Records contained in a dataset:

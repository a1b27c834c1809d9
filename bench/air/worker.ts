import { type Job, runJob } from './job';

/** A process of its own: takes a job, answers with its outcomes, until the bench lets go. */
process.on('message', (job: Job) => {
  runJob(job).then((outcomes) => process.send?.(outcomes));
});
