/** Two clocks at once: wall time, and what the processor spent on this process. */
export interface Clock {
  wall: number;
  cpu: NodeJS.CpuUsage;
}

export function startClock(): Clock {
  return { wall: performance.now(), cpu: process.cpuUsage() };
}

/**
 * Milliseconds since: the lesser of both clocks. Others share the machine, so wall time counts
 * what they took; the processor's count takes in compiler and collector threads beside.
 */
export function readClock({ wall, cpu }: Clock): number {
  const spent = process.cpuUsage(cpu);
  return Math.min(performance.now() - wall, (spent.user + spent.system) / 1000);
}
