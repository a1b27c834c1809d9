import { usePlotArea, useXAxisScale, useYAxisScale } from 'recharts';

export interface ChartScales {
  plot: { x: number; y: number; width: number; height: number };
  /** Seconds to px. */
  x: (at: number) => number;
  /** Gauge kPa to px. */
  y: (kpa: number) => number;
}

/** Where things stand in the chart; undefined until it has been measured. */
export function useChartScales(): ChartScales | undefined {
  const plot = usePlotArea();
  const x = useXAxisScale();
  const y = useYAxisScale();
  if (!plot || !x || !y || plot.width <= 0) return undefined;
  return { plot, x: (at) => x(at) ?? 0, y: (kpa) => y(kpa) ?? 0 };
}

let pen: CanvasRenderingContext2D | null | undefined;

/** Width of a text in the product's face, px. Estimated while the browser cannot measure. */
export function textWidth(text: string, letters: number): number {
  pen ??= document.createElement('canvas').getContext('2d');
  if (!pen) return text.length * letters * 0.56;
  pen.font = `${letters}px "Atkinson Hyperlegible", system-ui, sans-serif`;
  return Math.ceil(pen.measureText(text).width);
}
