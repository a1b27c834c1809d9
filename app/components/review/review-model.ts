import type { FillResult, TraceSample } from '~/fill/replay';
import type { WireEvent } from '~/fill/wire-events';

/**
 * What became of an event: it counted; it was taken back; it happened after the end; it says again
 * that the fill ended.
 */
export type EntryUse = 'used' | 'taken-back' | 'after-end' | 'already-ended';

/** One event of the log. */
export interface ReviewEntry {
  seq: number;
  side: 'wheel' | 'cab';
  use: EntryUse;
  event: WireEvent;
}

/** Everything that chart and table are made from. */
export interface ReviewTrace {
  startedAt: Date;
  /** Of the round, such as America/Denver. */
  timeZone: string;
  /** The air path is opened and closed by a shut-off valve. */
  valve: boolean;
  targetKpa: number;
  /** By time, the first at the start, the last at the end. */
  samples: readonly TraceSample[];
  /** By number. */
  entries: readonly ReviewEntry[];
}

/** What was computed from the log of a fill that has ended. */
export type ReviewResult = FillResult & { engineVersion: string; lastSeq: number };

*Exercise description*: Write out every line of the entries that holds the word "processor".

*Task result*:
/** Two clocks at once: wall time, and what the processor spent on this process. */
 * what they took; the processor's count takes in compiler and collector threads beside.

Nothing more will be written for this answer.